The lodges will have between 30 and 60 beds depending on location. Investors will have a grace period to set up the facilities without paying dues for 12 months.

Kenya’s 54 national parks and reserves are scattered in various parts the country and are major tourist attractions.

The popular safaris revered around the world largely buoyed Kenya’s earnings from tourism last year seeing them grow by 31 percent to Sh157.3 billion from Sh2 million visitors compared to Sh119.9 billion in 2017 from 1.4 million visitors a year earlier.

The KWS grand plan to develop the parks and create new income streams comes as it battles financial headwinds.

KWS losses jumped more than two and half times to Sh1.5 billion for the year ended June 30, 2017, from Sh571 million a year earlier despite a 15.6 per cent jump in revenues to Sh2.6 billion in the period from Sh2.2 billion a year earlier.

Its main income is from park entry fees, rental income and aircraft hire services.

The KWS in 2017 received grants from the Treasury amounting to Sh1.38 billion and a further Sh901 million from donors.

“The National Treasury gave the Service a supplementary budget support of Sh500 million in addition to the approved recurrent budget of Sh880 million to cater for salaries shortfall,” the agency says in the Auditor General’s report for the year ended June 2017.

The agency has also received major financial boost from compensation for tracts of its land hived off for infrastructural projects.
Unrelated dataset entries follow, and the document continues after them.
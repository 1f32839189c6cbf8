using System.Text;

namespace TrimFit.Core.Logs;

/// <summary>The words for roles and the unit each is kept in.</summary>
public static class ChannelRoles
{
    private static readonly (ChannelRole Role, string Name)[] _names =
        [.. Enum.GetValues<ChannelRole>().Select(role => (role, SnakeCase(role.ToString())))];

    /// <summary>All role words in their documented order, such as <c>yaw_rate</c>.</summary>
    public static IEnumerable<string> Names => _names.Select(n => n.Name);

    /// <summary>The word for a role, such as <c>yaw_rate</c>.</summary>
    public static string NameOf(ChannelRole role) => _names[(int)role].Name;

    /// <summary>Finds the role for a word; the comparison ignores case.</summary>
    public static bool TryParse(string name, out ChannelRole role)
    {
        foreach ((ChannelRole candidate, string word) in _names)
        {
            if (string.Equals(word, name, StringComparison.OrdinalIgnoreCase))
            {
                role = candidate;
                return true;
            }
        }
        role = default;
        return false;
    }

    /// <summary>The unit in which a <see cref="FlightLog"/> keeps the role.</summary>
    public static string UnitOf(ChannelRole role) => role switch
    {
        ChannelRole.Time => "s",
        ChannelRole.Rpm => "rev/s",
        ChannelRole.Power => "W",
        ChannelRole.Voltage => "V",
        ChannelRole.Current or ChannelRole.MotorCurrent => "A",
        ChannelRole.YawRate or ChannelRole.GyroX or ChannelRole.GyroY or ChannelRole.GyroZ or ChannelRole.RollRate => "rad/s",
        ChannelRole.AccelerationX or ChannelRole.AccelerationY or ChannelRole.AccelerationZ => "m/s2",
        ChannelRole.Heading or ChannelRole.Roll or ChannelRole.GroundCourse or ChannelRole.Latitude or ChannelRole.Longitude => "rad",
        ChannelRole.Altitude => "m",
        ChannelRole.Pressure => "Pa",
        ChannelRole.VerticalSpeed or ChannelRole.GroundSpeed or ChannelRole.VelocityNorth or ChannelRole.VelocityEast or ChannelRole.Airspeed => "m/s",
        ChannelRole.Date or ChannelRole.Position => "",
        ChannelRole.Marker => "1",
        _ => "1", // fractions; brakes and trimmers may also be in metres, see FlightLog.BrakeUnit
    };

    private static string SnakeCase(string pascal)
    {
        var text = new StringBuilder();
        foreach (char c in pascal)
        {
            if (char.IsAsciiLetterUpper(c) && text.Length > 0)
                text.Append('_');
            text.Append(char.ToLowerInvariant(c));
        }
        return text.ToString();
    }
}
For instance, KWS raked in a whopping Sh9.2 billion in compensation for land hived off national parks for construction of the Standard Gauge Railway (SGR) and the Southern by-pass.
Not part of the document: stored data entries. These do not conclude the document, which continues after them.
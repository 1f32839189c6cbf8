using System.Collections.Immutable;

namespace TrimFit.Core.Logs;

/// <summary>Marks that a pilot can set with a bare logger: a marker channel, three quick throttle blips, a pause of the recorder.</summary>
/// <remarks>The first kind that the flight holds is used, in this order: with a marker button nobody blips, and a recorder that drops out by itself
/// must not renumber marks that were blipped.</remarks>
public static class FlightMarks
{
    /// <summary>Blips of one mark.</summary>
    public const int BlipsOfMark = 3;

    /// <summary>A blip rises by at least this share of the column's range above what stood before, and is over within this time, s.</summary>
    private const double BlipShare = 0.12, LongestBlipSec = 2.0, ShortestBlipSec = 0.1;

    /// <summary>Blips of one mark follow each other within this, s (from start to start).</summary>
    private const double LongestBetweenSec = 3.0;

    /// <summary>A logger must be at least this quick to show a blip, s between samples.</summary>
    private const double SlowestStepSec = 0.5;

    /// <summary>A pause that a pilot makes: longer than a drop-out of a few samples, shorter than a landing, s.</summary>
    private const double ShortestPauseSec = 3, LongestPauseSec = 90, StepsOfPause = 8;

    private static readonly ChannelRole[] _engine = [ChannelRole.Throttle, ChannelRole.Rpm, ChannelRole.Power, ChannelRole.Current, ChannelRole.EngineNoise];

    /// <summary>The marks of a flight in order; empty when it has none of any kind.</summary>
    /// <param name="flight">The flight.</param>
    public static ImmutableArray<FlightMark> Of(FlightLog flight)
    {
        ArgumentNullException.ThrowIfNull(flight);
        ImmutableArray<FlightMark> marks = Channel(flight);
        if (marks.IsEmpty)
            marks = Blips(flight);
        return marks.IsEmpty ? Pauses(flight) : marks;
    }

    private static ImmutableArray<FlightMark> Channel(FlightLog flight)
    {
        ReadOnlySpan<double> time = flight.TimeSec, marker = flight[ChannelRole.Marker];
        double? same = null;
        bool counted = false, hasZeros = false; // without zeros an empty cell is what parts two marks
        foreach (double value in marker)
        {
            hasZeros |= value == 0;
            if (double.IsFinite(value) && value != 0)
            {
                counted |= same is double s && s != value;
                same = value;
            }
        }
        var marks = ImmutableArray.CreateBuilder<FlightMark>();
        var seen = new HashSet<double>();
        bool up = false;
        for (int i = 0; i < marker.Length; i++)
        {
            if (hasZeros && double.IsNaN(marker[i]))
                continue;
            bool set = double.IsFinite(marker[i]) && marker[i] != 0;
            if (set && counted && seen.Add(marker[i]))
                marks.Add(new(marker[i], time[i], FlightMarkKind.Channel)); // where the column first has the number
            if (set && !up && !counted)
                marks.Add(new(marks.Count + 1, time[i], FlightMarkKind.Channel));
            up = set;
        }
        return marks.ToImmutable();
    }

    /// <summary>Three short rises of throttle, or of what follows it, one after the other; the mark stands at the end of the third.</summary>
    private static ImmutableArray<FlightMark> Blips(FlightLog flight)
    {
        foreach (ChannelRole role in _engine)
        {
            if (!flight.Has(role))
                continue;
            ImmutableArray<FlightMark> marks = Blips(flight.TimeSec, flight[role]);
            if (!marks.IsEmpty)
                return marks;
        }
        return [];
    }

    private static ImmutableArray<FlightMark> Blips(ReadOnlySpan<double> timeSec, ReadOnlySpan<double> column)
    {
        var time = new List<double>();
        var value = new List<double>();
        for (int i = 0; i < column.Length; i++)
        {
            if (double.IsFinite(column[i]))
            {
                time.Add(timeSec[i]);
                value.Add(column[i]);
            }
        }
        if (value.Count < 10 || (time[^1] - time[0]) / (value.Count - 1) > SlowestStepSec)
            return [];
        double[] sorted = [.. value.Order()];
        double rise = BlipShare * (sorted[(int)(0.98 * (sorted.Length - 1))] - sorted[(int)(0.02 * (sorted.Length - 1))]);
        if (!(rise > 0))
            return [];
        // A blip: up by the rise above the level before it, and back near that level within two seconds.
        var blips = new List<(double Start, double End)>();
        for (int i = 1; i < value.Count; i++)
        {
            double before = value[i - 1];
            if (value[i] - before < rise / 3) // the foot of a rise; the top may take some samples more
                continue;
            int top = i;
            double highest = value[i];
            int end = -1;
            for (int j = i; j < value.Count && time[j] - time[i - 1] <= LongestBlipSec; j++)
            {
                if (value[j] > highest)
                    (highest, top) = (value[j], j);
                if (j > top && highest - before >= rise && value[j] - before < 0.3 * (highest - before))
                {
                    end = j;
                    break;
                }
            }
            if (end < 0 || time[end] - time[i - 1] < ShortestBlipSec)
                continue;
            blips.Add((time[i - 1], time[end]));
            i = end;
        }
        var marks = ImmutableArray.CreateBuilder<FlightMark>();
        int run = 0;
        for (int i = 0; i < blips.Count; i++)
        {
            run = i > 0 && blips[i].Start - blips[i - 1].Start <= LongestBetweenSec ? run + 1 : 1;
            bool last = i + 1 == blips.Count || blips[i + 1].Start - blips[i].Start > LongestBetweenSec;
            if (run == BlipsOfMark && last) // four or more are a pilot who plays with the throttle
                marks.Add(new(marks.Count + 1, blips[i].End, FlightMarkKind.Blips));
        }
        return marks.ToImmutable();
    }

    /// <summary>A pause of the record; the mark stands where it goes on.</summary>
    private static ImmutableArray<FlightMark> Pauses(FlightLog flight)
    {
        ReadOnlySpan<double> time = flight.TimeSec;
        if (time.Length < 20)
            return [];
        double[] steps = new double[time.Length - 1];
        for (int i = 0; i < steps.Length; i++)
            steps[i] = time[i + 1] - time[i];
        double[] sorted = [.. steps.Order()];
        double usual = sorted[sorted.Length / 2];
        var marks = ImmutableArray.CreateBuilder<FlightMark>();
        for (int i = 0; i < steps.Length; i++)
        {
            if (steps[i] >= Math.Max(ShortestPauseSec, StepsOfPause * usual) && steps[i] <= LongestPauseSec)
                marks.Add(new(marks.Count + 1, time[i + 1], FlightMarkKind.Pause));
        }
        return marks.ToImmutable();
    }
}

/// <summary>A mark set in flight.</summary>
/// <param name="Number">Its number, as logged or counted from 1.</param>
/// <param name="TimeSec">When, on the log's clock, s.</param>
/// <param name="Kind">What it is made of.</param>
public readonly record struct FlightMark(double Number, double TimeSec, FlightMarkKind Kind);

/// <summary>What a mark is made of.</summary>
public enum FlightMarkKind
{
    /// <summary>A marker channel.</summary>
    Channel,
    /// <summary>Three quick throttle blips.</summary>
    Blips,
    /// <summary>A pause of the recorder.</summary>
    Pause,
}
Under Phase Two of the SGR that starts from Nairobi to Naivasha, the KWS got Sh4 billion from the Kenya Railways Corporation.
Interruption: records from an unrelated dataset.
namespace TrimFit.Simulation;

/// <summary>Which log files a flight is written to.</summary>
public enum LogSet
{
    /// <summary>One CSV file with everything.</summary>
    Csv,
    /// <summary>A CSV file without fixes, on its own clock, and an IGC file.</summary>
    EngineCsvAndIgc,
    /// <summary>A CSV file without fixes, on its own clock, and a GPX file.</summary>
    EngineCsvAndGpx,
    /// <summary>A CSV file without fixes, on its own clock, and an NMEA file.</summary>
    EngineCsvAndNmea,
    /// <summary>A folder of a phone, one CSV file for each sensor, a GPX file, and an engine CSV when rpm, throttle or brakes were logged.</summary>
    PhoneAndGpx,
    /// <summary>An IGC file alone.</summary>
    Igc,
}
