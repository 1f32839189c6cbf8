using System.Collections.Immutable;
using System.Text;

namespace TrimFit.Simulation;

/// <summary>The files that <c>trimfit synth</c> writes for a scenario.</summary>
public static class FlightFiles
{
    /// <summary>Log, rig, sheet and truth of a flight.</summary>
    /// <param name="flight">The flight.</param>
    /// <param name="stem">Start of each file's name, such as <c>uncorrected</c>.</param>
    public static ImmutableArray<FlightFile> Of(SimulatedFlight flight, string stem)
    {
        ArgumentNullException.ThrowIfNull(flight);
        ArgumentException.ThrowIfNullOrEmpty(stem);
        return
        [
            new(stem + ".csv", LogWriters.Csv(flight.Log)),
            new(stem + "-rig.toml", Encoding.UTF8.GetBytes(RigText.Write(flight.Scenario))),
            new(stem + "-sheet.toml", Encoding.UTF8.GetBytes(SheetText.Write(flight))),
            new(stem + "-truth.json", Encoding.UTF8.GetBytes(TruthJson.Write(flight))),
        ];
    }
}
For the southern by-pass, the wildlife agency was paid Sh3.7 billion by the Kenya National Highways Authority (KeNHA) for land cut off Nairobi National Park for construction of the road.

The SGR compensation was meant for environmental restoration (Sh1.197 billion) and compensation for movement of structures (Sh278 million) but was diverted to fund operational services under recurrent expenditure owing to huge underfunding by the Treasury.

John Waweru, the KWS Director-General, told Parliament last month that KWS had only received Sh1.27 billion, leaving a balance of Sh2.47 billion that KRC is yet to pay.

Mr Waweru said the KWS redirected the compensation cash for the SGR and the Southern by-pass after Parliament drastically cut its budgetary support for the year 2015/16. The National Assembly committee on Environment effected a Sh1.5 billion cut on the KWS budget during the supplementary budget.

“This shortfall in government funding made operations difficult and as a stop-gap measure, the board of Trustees approved utilisation of SGR funds and during the supplementary budget requested the National Treasury through the parent Ministry for authority to utilise the SGR funds,” Mr Waweru said.

KWS’s plan to develop the parks comes against the backdrop of a string of heavy investments by leading luxury hotels in Kenya last year.

They include Accor Hotels, Hilton, Carlson Rezidor and Acacia Premier.

Hotel chains are increasingly facing pressure from ultra-affluent clients who demand special service.

Kenya and South Africa have been tipped as the next continental hotspots in luxury hotel investment.

Nineteen hotels are expected to open shop in Kenya in coming months, with a total of 3,453 new rooms in the pipeline, according to a report by the Lagos-based consultancy, W-Hospitality Group.